裕仁死了你提做父亲的麦克阿瑟,这岂不是坟头蹦迪?
钱特使的脸憋得通红,想尽了人生中难过的事情,才勉强绷住。
但日本人却不能表露出愤怒的神情,因为一旦这么想,就是对号入座,承认了麦克阿瑟的太上皇身份。
八嘎!
全日本六大电视台,有三家绝望的掐断了直播,将画面切回到主持人的临时评论。另外有两家声称“馀先生在祝福裕仁的儿子明仁,他用麦克阿瑟将军的文章,激励这位未来的天皇,现在的皇子————”
只有中立态度的nhk电视台,女主播国谷裕子直言不讳道:“《为子祈福文》
明显是暗示裕仁天皇在战后的窘境,馀先生通过九条会发布声明,他们认为裕仁这一辈子对日本人民的最大贡献,就是他在麦克阿瑟的逼迫下,顺利的成为了一个傀儡”。

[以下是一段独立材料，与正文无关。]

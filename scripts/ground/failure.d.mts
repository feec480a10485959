export class Failure extends Error {
  constructor(cause: string, cure: string);
}

export function explain(error: unknown, folder?: string): unknown;
export function lastWords(output: unknown, length?: number): string;
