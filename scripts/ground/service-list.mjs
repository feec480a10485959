import path from 'node:path';
import { inState, projectRoot } from './folders.mjs';

/**
 * The programs that make up a running Halfmark, in the order in which they start.
 *
 * @returns {import('./services.mjs').Service[]}
 */
export function serviceList({ settings, appUrl, sessionSecret, smtpUrl, databaseUrl, port, ports }) {
  const env = {
    ...process.env,
    NODE_ENV: 'production',
    NEXT_TELEMETRY_DISABLED: '1',
    TZ: 'UTC',
    DATABASE_URL: databaseUrl,
    APP_URL: appUrl,
    NEXTAUTH_URL: appUrl,
    NEXTAUTH_SECRET: sessionSecret,
    SMTP_URL: smtpUrl,
    UPLOADS_DIR: process.env.UPLOADS_DIR || path.join(projectRoot, 'uploads'),
  };
  const log = (name) => inState('log', `${name}.log`);
  const sink = {
    name: 'mail sink',
    command: ['scripts/mail-sink/main.mjs'],
    env: {
      PATH: process.env.PATH,
      HALFMARK_MAIL_FOLDER: inState('mail'),
      HALFMARK_SMTP_PORT: String(ports.smtp),
      HALFMARK_MAIL_PAGE_PORT: String(ports.mailPage),
    },
    log: log('mail'),
    healthUrl: null,
    patience: 3_000,
    endsLast: true,
  };
  const worker = (number) => ({
    name: settings.workers > 1 ? `worker ${number}` : 'worker',
    command: ['--import', 'tsx', 'lib/jobs/worker.ts'],
    env,
    log: log(settings.workers > 1 ? `worker-${number}` : 'worker'),
    healthUrl: null,
    patience: 15_000,
  });
  const reachable = settings.host === '0.0.0.0' || settings.host === '::' ? '127.0.0.1' : settings.host;
  const web = {
    name: 'web server',
    command: ['node_modules/next/dist/bin/next', 'start', '--hostname', settings.host, '--port', String(port)],
    env: { ...env, PORT: String(port) },
    log: log('web'),
    healthUrl: `http://${reachable.includes(':') ? `[${reachable}]` : reachable}:${port}/api/health`,
    patience: 10_000,
  };
  return [
    ...(settings.smtpUrl === null ? [sink] : []),
    web,
    ...Array.from({ length: settings.workers }, (_, index) => worker(index + 1)),
  ];
}
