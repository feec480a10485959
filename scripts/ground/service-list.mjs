import path from 'node:path';

/**
 * What the programs of a running Halfmark are told.
 *
 * @typedef {object} ServiceFacts
 * @property {Record<string, string | undefined>} baseEnv environment that they inherit
 * @property {string} host at which the web server listens
 * @property {number} port
 * @property {string} appUrl
 * @property {string} databaseUrl
 * @property {string} sessionSecret
 * @property {string} smtpUrl
 * @property {{ smtp: number, mailPage: number } | null} sink ports of the mail sink; null where real mail is sent
 * @property {string} mailFolder
 * @property {string} uploadsFolder
 * @property {string} logFolder
 */

/** @param {ServiceFacts} facts */
export function webService(facts) {
  const reachable = facts.host === '0.0.0.0' ? '127.0.0.1' : facts.host === '::' ? '::1' : facts.host;
  return {
    name: 'web server',
    command: ['node_modules/next/dist/bin/next', 'start', '--hostname', facts.host, '--port', String(facts.port)],
    env: { ...applicationEnv(facts), PORT: String(facts.port) },
    log: path.join(facts.logFolder, 'web.log'),
    healthUrl: `${httpAddress(reachable, facts.port)}/api/health`,
    patience: 10_000,
  };
}

/**
 * @param {ServiceFacts} facts
 * @param {number} number 1 for the first
 */
export function workerService(facts, number = 1) {
  const name = number === 1 ? 'worker' : `worker-${number}`;
  return {
    name,
    command: ['--import', 'tsx', 'lib/jobs/worker.ts'],
    env: applicationEnv(facts),
    log: path.join(facts.logFolder, `${name}.log`),
    healthUrl: null,
    patience: 15_000,
  };
}

/** @param {ServiceFacts} facts */
export function sinkService(facts) {
  return {
    name: 'mail sink',
    command: ['scripts/mail-sink/main.mjs'],
    env: {
      PATH: facts.baseEnv.PATH,
      HALFMARK_MAIL_FOLDER: facts.mailFolder,
      HALFMARK_SMTP_PORT: String(facts.sink.smtp),
      HALFMARK_MAIL_PAGE_PORT: String(facts.sink.mailPage),
    },
    log: path.join(facts.logFolder, 'mail.log'),
    healthUrl: null,
    patience: 3_000,
    endsLast: true,
  };
}

/** The address of a host and port, with brackets around an IPv6 address. */
export function httpAddress(host, port) {
  return `http://${host.includes(':') ? `[${host}]` : host}:${port}`;
}

function applicationEnv({ baseEnv, databaseUrl, appUrl, sessionSecret, smtpUrl, uploadsFolder }) {
  return {
    ...baseEnv,
    NODE_ENV: 'production',
    NEXT_TELEMETRY_DISABLED: '1',
    TZ: 'UTC',
    DATABASE_URL: databaseUrl,
    APP_URL: appUrl,
    NEXTAUTH_URL: appUrl,
    NEXTAUTH_SECRET: sessionSecret,
    SMTP_URL: smtpUrl,
    UPLOADS_DIR: uploadsFolder,
  };
}
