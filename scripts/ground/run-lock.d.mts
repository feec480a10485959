export type Holder = { pid: number; startTicks?: number | null; [more: string]: unknown };

export function takeLock(
  file: string,
): Promise<{ note(more: object): void; release(): void; tookOver: boolean } | { holder: Holder }>;
export function holds(holder: Partial<Holder> | null): boolean;
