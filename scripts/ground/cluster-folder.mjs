import { createHash } from 'node:crypto';
import { spawnSync } from 'node:child_process';
import { chownSync, existsSync, mkdirSync, readFileSync, statSync } from 'node:fs';
import path from 'node:path';
import { Failure } from './failure.mjs';
import { ask, isRoot } from './programs.mjs';

/**
 * Who runs the database: nobody special, unless root started us. PostgreSQL refuses to run as root, so it then runs as
 * the user `postgres` that Debian's package made.
 *
 * @returns {{ uid: number, gid: number } | null} null where the database runs as the user who started
 */
export function databaseUser() {
  if (!isRoot()) return null;
  const uid = ask('id', ['-u', 'postgres']);
  const gid = ask('id', ['-g', 'postgres']);
  if (uid === null || gid === null) {
    throw new Failure(
      'PostgreSQL does not run as root, and there is no user "postgres" to run it.',
      'Make one (useradd --system postgres), or start Halfmark as an ordinary user.',
    );
  }
  return { uid: Number(uid), gid: Number(gid) };
}

/** A name for the clone at this path that can stand in another path. */
export function cloneKey(folder) {
  return createHash('sha256').update(folder).digest('hex').slice(0, 16);
}

/**
 * Chooses where the cluster lies: in the project where the database's user can walk there, else in a folder of the
 * machine that is named for the path of the clone.
 *
 * @returns {{ home: string, inside: boolean }} `home` exists and belongs to the database's user, mode 700
 */
export function clusterHome(stateFolder, projectRoot, user) {
  const inside = path.join(stateFolder, 'postgres');
  const outside = path.join('/var/lib/halfmark', cloneKey(projectRoot));
  if (user === null || canReach(stateFolder, user)) return { home: own(inside, user), inside: true };
  if (existsSync(path.join(inside, 'data', 'PG_VERSION'))) {
    throw new Failure(
      `The user "postgres" can no longer reach the database in ${inside}.`,
      `Let others walk the folders above it again (chmod o+x), or move it to ${outside} (cp -a, as root).`,
    );
  }
  mkdirSync(path.dirname(outside), { recursive: true, mode: 0o755 });
  return { home: own(outside, user), inside: false };
}

/** The major version that made the cluster, or null where there is none yet. */
export function clusterVersion(home) {
  const file = path.join(home, 'data', 'PG_VERSION');
  return existsSync(file) ? Number(readFileSync(file, 'utf8').trim()) : null;
}

/** Whether the user can walk to this folder; asked of the system, which knows of more than mode bits. */
export function canReach(folder, user) {
  const { status } = spawnSync('/bin/sh', ['-c', 'cd "$1"', 'sh', folder], { ...user, cwd: '/', stdio: 'ignore' });
  return status === 0;
}

function own(folder, user) {
  mkdirSync(folder, { recursive: true, mode: 0o700 });
  const { uid, mode } = statSync(folder);
  const owner = user?.uid ?? process.getuid?.() ?? uid;
  if (uid !== owner && clusterVersion(folder) === null && user !== null) chownSync(folder, user.uid, user.gid);
  else if (uid !== owner) {
    throw new Failure(
      `${folder} belongs to another user (number ${uid}).`,
      'Start as the user who started first, or move it aside to begin anew.',
    );
  }
  if ((mode & 0o077) !== 0) throw new Failure(`${folder} can be read by others.`, `Run: chmod 700 ${folder}`);
  return folder;
}
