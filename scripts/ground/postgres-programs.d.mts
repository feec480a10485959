type Installation = { folder: string; version: number };

export function majorVersion(text: string | null): number | null;
export function choose(installations: Installation[], required: number | null): Installation | null;
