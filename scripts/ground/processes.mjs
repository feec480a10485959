import { readFileSync } from 'node:fs';

/** Whether a process with this id runs (also one of another user). */
export function isAlive(pid) {
  try {
    process.kill(pid, 0);
  } catch (error) {
    return error.code === 'EPERM';
  }
  return processState(pid) !== 'Z';
}

/**
 * When a process started, in clock ticks since the machine did, so that a process id used again by another program is
 * not taken for the one that wrote it down. Null where the system does not say (no /proc).
 */
export function startTicks(pid) {
  const fields = statFields(pid);
  return fields ? Number(fields[19]) : null;
}

/** The command line of a process, words separated by blanks; null where the system does not say. */
export function commandLine(pid) {
  try {
    return readFileSync(`/proc/${pid}/cmdline`, 'utf8').replaceAll('\0', ' ').trim();
  } catch {
    return null;
  }
}

function processState(pid) {
  return statFields(pid)?.[0] ?? null;
}

/** The fields of /proc/PID/stat after the program's name (which may hold blanks and brackets). */
function statFields(pid) {
  try {
    const text = readFileSync(`/proc/${pid}/stat`, 'utf8');
    return text.slice(text.lastIndexOf(')') + 2).split(' ');
  } catch {
    return null;
  }
}

export const sleep = (milliseconds) => new Promise((resolve) => setTimeout(resolve, milliseconds));

/** Waits until a condition holds; false when it does not within the time. */
export async function waitUntil(condition, milliseconds, every = 50) {
  const end = performance.now() + milliseconds;
  for (;;) {
    if (await condition()) return true;
    if (performance.now() >= end) return false;
    await sleep(every);
  }
}
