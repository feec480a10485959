/**
 * A failure that a person can mend: what went wrong, and what to do about it. Scripts print it as one line and leave
 * with a non-zero exit code; anything else that is thrown is a defect and keeps its stack.
 */
export class Failure extends Error {
  /**
   * @param {string} cause one sentence, without a trailing line break
   * @param {string} cure one sentence that says what to do
   */
  constructor(cause, cure) {
    super(`${oneLine(cause)} ${oneLine(cure)}`.trim());
    this.name = 'Failure';
  }
}

/** Turns an error of the operating system into a Failure where its cure is known; returns anything else unchanged. */
export function explain(error, folder = 'the project') {
  const text = `${error?.code ?? ''} ${error?.message ?? ''}`;
  if (/ENOSPC|No space left on device/i.test(text)) {
    return new Failure(
      `The disk that holds ${folder} is full.`,
      'Free some space (about 2 GB is enough) and start again.',
    );
  }
  if (/EROFS/.test(text)) {
    return new Failure(`${folder} is on a read-only disk.`, 'Clone the project to a folder you can write to.');
  }
  if (error?.code === 'EACCES' || error?.code === 'EPERM') {
    return new Failure(
      `${error.path ?? folder} may not be read or written by this user.`,
      'Start as the user who started first, or give this user the folder.',
    );
  }
  return error;
}

/** Prints an error for a person: a Failure as its one line, anything else with its stack. */
export function report(error, folder) {
  const known = explain(error, folder);
  if (known instanceof Failure) console.error(`halfmark: ${known.message}`);
  else console.error('halfmark: unexpected failure, please report it:', known);
}

/** The last lines of a program's output, on one line, short enough to be read. */
export function lastWords(output, length = 300) {
  const words = oneLine(String(output ?? '').trim());
  return words.length > length ? `…${words.slice(-length)}` : words;
}

function oneLine(text) {
  return String(text).replace(/\s+/g, ' ').trim();
}
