import { findOnPath, installDebianPackages, isExecutable, isRoot } from './programs.mjs';
import { Failure } from './failure.mjs';

/**
 * The browser of the journeys: HALFMARK_CHROMIUM, or Chromium on PATH, or Debian's package, which is then installed.
 *
 * @param {(line: string) => void} say
 * @returns {Promise<string>} its full path
 */
export async function ensureChromium(say) {
  const declared = process.env.HALFMARK_CHROMIUM;
  if (declared) {
    if (isExecutable(declared)) return declared;
    throw new Failure('HALFMARK_CHROMIUM names no program.', 'Give the full path of Chromium, or unset it.');
  }
  const found = findOnPath('chromium') ?? findOnPath('chromium-browser');
  if (found) return found;
  if (isRoot()) say('Installing Chromium (Debian package chromium) …');
  await installDebianPackages(['chromium'], 'Chromium');
  const installed = findOnPath('chromium');
  if (installed) return installed;
  throw new Failure('Chromium was installed but is not on PATH.', 'Name it in HALFMARK_CHROMIUM.');
}
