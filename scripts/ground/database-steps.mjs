import { Failure, lastWords } from './failure.mjs';
import { projectRoot } from './folders.mjs';
import { run } from './programs.mjs';

const somethingToDo = 3;

/** Runs one of our TypeScript programs with `tsx`; its packages must be installed. */
export function runTypeScript(file, values, env, onStart) {
  return run(process.execPath, ['--import', 'tsx', file, ...values], {
    cwd: projectRoot,
    env: { ...process.env, ...env },
    onStart,
  });
}

/** Brings a database up to date; gives what was said. */
export async function migrate(databaseUrl, onStart) {
  const { code, output } = await runTypeScript('scripts/migrate.ts', [], { DATABASE_URL: databaseUrl }, onStart);
  if (code === 0) return output.trim();
  throw (
    commonFailure(output) ??
    new Failure(
      `A migration failed and was rolled back: ${lastWords(output)}`,
      'Mend the cause named there and run: npm run migrate',
    )
  );
}

/** Throws a Failure where a database is not up to date. */
export async function requireMigrated(databaseUrl, onStart) {
  const { code, output } = await runTypeScript(
    'scripts/migrate.ts',
    ['--check'],
    { DATABASE_URL: databaseUrl },
    onStart,
  );
  if (code === 0) return;
  if (code === somethingToDo) throw new Failure(lastWords(output), 'Back it up, then run: npm run migrate');
  throw (
    commonFailure(output) ?? new Failure(`The database cannot be read: ${lastWords(output)}`, 'Check DATABASE_URL.')
  );
}

/** Puts the demo into an empty database. */
export async function seed(databaseUrl, appUrl, env, onStart) {
  const { code, output } = await runTypeScript(
    'scripts/seed.ts',
    [],
    { ...env, DATABASE_URL: databaseUrl, APP_URL: appUrl },
    onStart,
  );
  if (code === 0) return;
  throw (
    commonFailure(output) ??
    new Failure(
      `The demo could not be put into the database: ${lastWords(output, 800)}`,
      'Mend the cause and start again.',
    )
  );
}

function commonFailure(output) {
  if (/No space left|ENOSPC/i.test(output)) return Object.assign(new Error('No space left'), { code: 'ENOSPC' });
  if (/ECONNREFUSED|ENOTFOUND|ETIMEDOUT|EHOSTUNREACH/.test(output)) {
    return new Failure(
      'The database server cannot be reached.',
      'Start it, or check the host and port in DATABASE_URL.',
    );
  }
  if (/password authentication failed|no pg_hba\.conf entry|SASL/i.test(output)) {
    return new Failure('The database server refuses the sign-in.', 'Check user and password in DATABASE_URL.');
  }
  if (/database "[^"]*" does not exist/.test(output)) {
    return new Failure(
      'The database that DATABASE_URL names does not exist.',
      'Create it (createdb), then run: npm run migrate',
    );
  }
  return null;
}
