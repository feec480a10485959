type Entry = { version?: string; integrity?: string; optional?: boolean; devOptional?: boolean };
export type Lock = { packages?: Record<string, Entry> } | null;

export function packagesKey(lockText: string | Buffer, abi?: string, platform?: string): string;
export function sameInstall(locked: Lock, installed: Lock, isThere: (name: string) => boolean): boolean;
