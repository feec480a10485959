import { endChild, hasEnded, saysReady, startChild, turnLog } from './children.mjs';
import { Failure } from './failure.mjs';
import { sleep, waitUntil } from './processes.mjs';

const mostRestarts = 5;
const withinMs = 60_000;

/**
 * One of our own programs that is kept running: started, waited for, started again when it ends by itself.
 *
 * @typedef {object} Service
 * @property {string} name
 * @property {string[]} command what follows `node`
 * @property {Record<string, string | undefined>} env
 * @property {string} log
 * @property {string | null} healthUrl asked until it answers 200; null for a program that says "ready"
 * @property {number} patience milliseconds it is given to end
 * @property {boolean} [endsLast] others talk to it until they end
 */

/**
 * Starts a service and keeps it running.
 *
 * @param {Service} service
 * @param {{ say(line: string): void, giveUp(error: Error): void }} listener `giveUp` is called when it keeps ending
 * @returns {Promise<{ pid(): number | undefined, stop(): Promise<void> }>} settled once the service answers
 */
export async function keepRunning(service, { say, giveUp }) {
  turnLog(service.log);
  let stopping = false;
  let child = null;
  const ends = [];

  const launch = () => {
    child = startChild(service.command, service);
    return child;
  };
  const watch = (started) => {
    started.once('exit', (code, signal) => {
      if (stopping) return;
      const now = performance.now();
      ends.push(now);
      if (ends.filter((time) => now - time < withinMs).length > mostRestarts) {
        giveUp(
          new Failure(
            `The ${service.name} keeps ending (${signal ?? `exit code ${code}`}).`,
            `Its log is ${service.log}`,
          ),
        );
        return;
      }
      say(`The ${service.name} ended (${signal ?? `exit code ${code}`}); starting it again.`);
      void sleep(500).then(() => {
        if (!stopping) watch(launch());
      });
    });
  };

  const first = launch();
  if (!(await isUp(service, first))) {
    stopping = true;
    await endChild(first, 1_000);
    throw new Failure(
      `The ${service.name} did not start.`,
      `Its log is ${service.log}; mend the cause and start again.`,
    );
  }
  watch(first);
  return {
    pid: () => child.pid,
    async stop() {
      stopping = true;
      await endChild(child, service.patience);
    },
  };
}

async function isUp(service, child) {
  if (service.healthUrl === null) return saysReady(child, 60_000);
  const answered = await waitUntil(async () => hasEnded(child) || (await answersWell(service.healthUrl)), 60_000, 100);
  return answered && !hasEnded(child);
}

async function answersWell(url) {
  try {
    const answer = await fetch(url, { signal: AbortSignal.timeout(5_000), redirect: 'manual' });
    await answer.arrayBuffer();
    return answer.status === 200;
  } catch {
    return false;
  }
}
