const roleNames = {
  administrator: 'administrator',
  instructor: 'instructor',
  'head-ta': 'head TA',
  ta: 'TA',
  student: 'student',
};

/**
 * What `npm start` prints when everything answers.
 *
 * @param {{ url: string, seconds: number, mailUrl: string | null, dataFolder: string | null, logFolder: string,
 *   accounts: { password: string, accounts: { role: string, name: string, email: string }[] } | null }} facts
 */
export function readyText({ url, seconds, accounts, mailUrl, dataFolder, logFolder }) {
  const lines = ['', `Halfmark is ready at ${url} (after ${seconds} s)`, ''];
  if (accounts) {
    lines.push(`Sign in with the password ${accounts.password} as`);
    const width = Math.max(...accounts.accounts.map(({ email }) => email.length));
    for (const { role, email, name } of accounts.accounts) {
      lines.push(`  ${email.padEnd(width)}  ${(roleNames[role] ?? role).padEnd(13)}  ${name}`);
    }
    lines.push('');
  }
  lines.push(
    mailUrl ? `Mail it sends is kept here and can be read at ${mailUrl}` : 'Mail goes to the server in SMTP_URL.',
  );
  if (dataFolder) lines.push(`Data: ${dataFolder}`);
  lines.push(`Logs: ${logFolder}`, 'Stop with Ctrl-C; everything is kept for the next start.');
  return lines.join('\n');
}
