import { mkdirSync, statSync } from 'node:fs';
import path from 'node:path';
import { Failure } from './failure.mjs';

/** The folder of the project: where package.json stands. */
export const projectRoot = path.resolve(import.meta.dirname, '..', '..');

/** What this clone keeps for itself, ignored by git: secrets, logs, mail, stamps and (where it can) the database. */
export const stateFolder = path.join(projectRoot, '.halfmark');

/** A path inside the state folder. */
export function inState(...names) {
  return path.join(stateFolder, ...names);
}

/**
 * Makes the state folder. It can be walked through but not listed by others (mode 711), because the database inside it
 * runs as a user of its own; every secret in it has mode 600. Files of two users in it would lock one of them out, so it
 * serves the user who made it.
 */
export function makeStateFolder() {
  mkdirSync(stateFolder, { recursive: true, mode: 0o711 });
  const { uid } = statSync(stateFolder);
  if (process.getuid && uid !== process.getuid()) {
    throw new Failure(
      `${stateFolder} belongs to another user (number ${uid}), who started Halfmark here first.`,
      'Start as that user, or move it aside to begin anew.',
    );
  }
  mkdirSync(inState('log'), { recursive: true, mode: 0o700 });
}
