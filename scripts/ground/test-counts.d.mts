export type Counts = { passed: number; failed: number; skipped: number };

export function countStage(report: object | null, exitCode: number): Counts;
export function addCounts(counts: Counts[]): Counts;
export function closingLine(counts: Counts): string;
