import { isMainThread } from 'node:worker_threads';

/*
 * Loaded before one of our programs (node --import): when the parent's end of standard input closes, the parent is
 * gone, whatever way it went, and this program ends as if it had been asked to; after ten seconds it ends regardless.
 */
if (isMainThread) {
  process.stdin.resume();
  process.stdin.once('end', end);
  process.stdin.once('error', end);
  // Waiting for the parent's end is no reason to stay.
  process.stdin.unref?.();
  process.channel?.unref();
}

function end() {
  process.kill(process.pid, 'SIGTERM');
  setTimeout(() => process.exit(1), 10_000).unref();
}
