import { spawn } from 'node:child_process';
import { closeSync, existsSync, openSync, renameSync, rmSync, statSync } from 'node:fs';
import path from 'node:path';
import { projectRoot } from './folders.mjs';
import { waitUntil } from './processes.mjs';

const endWithParent = path.join(projectRoot, 'scripts', 'ground', 'end-with-parent.mjs');
const largestLog = 10 * 1024 * 1024;

/**
 * Starts one of our own Node.js programs so that it ends with us: its standard input is a pipe whose closing it takes
 * as the order to end. It has a session of its own, so that Ctrl-C reaches only us and we decide the order of ending.
 *
 * @param {string[]} command what follows `node`
 * @param {{ env: Record<string, string | undefined>, log: string }} options
 * @returns {import('node:child_process').ChildProcess} with an IPC channel for the message "ready"
 */
export function startChild(command, { env, log }) {
  const out = openSync(log, 'a', 0o600);
  const child = spawn(process.execPath, ['--import', endWithParent, ...command], {
    cwd: projectRoot,
    env,
    stdio: ['pipe', out, out, 'ipc'],
    detached: true,
  });
  closeSync(out);
  child.stdin.on('error', () => {});
  child.on('error', () => {});
  return child;
}

/** Moves a log that grew large aside, keeping one older. Called while nobody writes to it. */
export function turnLog(log) {
  if (!existsSync(log) || statSync(log).size < largestLog) return;
  rmSync(`${log}.1`, { force: true });
  renameSync(log, `${log}.1`);
}

export function hasEnded(child) {
  return child.exitCode !== null || child.signalCode !== null || child.pid === undefined;
}

/** Resolves to true when the child says it is ready, to false when it ends first or the time is over. */
export function saysReady(child, milliseconds) {
  return new Promise((resolve) => {
    const timer = setTimeout(() => resolve(false), milliseconds);
    const settle = (value) => {
      clearTimeout(timer);
      resolve(value);
    };
    child.on('message', (message) => message === 'ready' && settle(true));
    child.once('exit', () => settle(false));
    child.once('error', () => settle(false));
  });
}

/** Asks a child to end and waits; after the patience it is killed, with all that it started. */
export async function endChild(child, patience) {
  if (hasEnded(child)) return;
  child.kill('SIGTERM');
  if (await waitUntil(() => hasEnded(child), patience)) return;
  try {
    process.kill(-child.pid, 'SIGKILL');
  } catch (error) {
    if (error.code !== 'ESRCH') throw error;
  }
  await waitUntil(() => hasEnded(child), 5_000);
}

”
“他作为君主的岁月,给日本人民带来了无穷的灾难,而他作为傀儡的岁月,却给日本的人民和社会带来了繁荣————”
东京中央自动车道的一处地点,革劳协的主要干事激动道:
一没错!裕仁就是这个国家最大的祸害!他死的太轻易,太顺利!”
“如果他象德国军人那样集体自杀也就罢了!至少他有日本男儿的热血!但他苟且的活下来,却让平民的孩子上前线送命!今天我们之所以在这里,就是要为了讨伐这个国家真正的国贼!要将他挫骨扬灰!”
“中国农民杨玉福说得对!我们的父亲、兄弟都死去了!这是永远都不能遗忘的仇恨!过不去,真的过不去!”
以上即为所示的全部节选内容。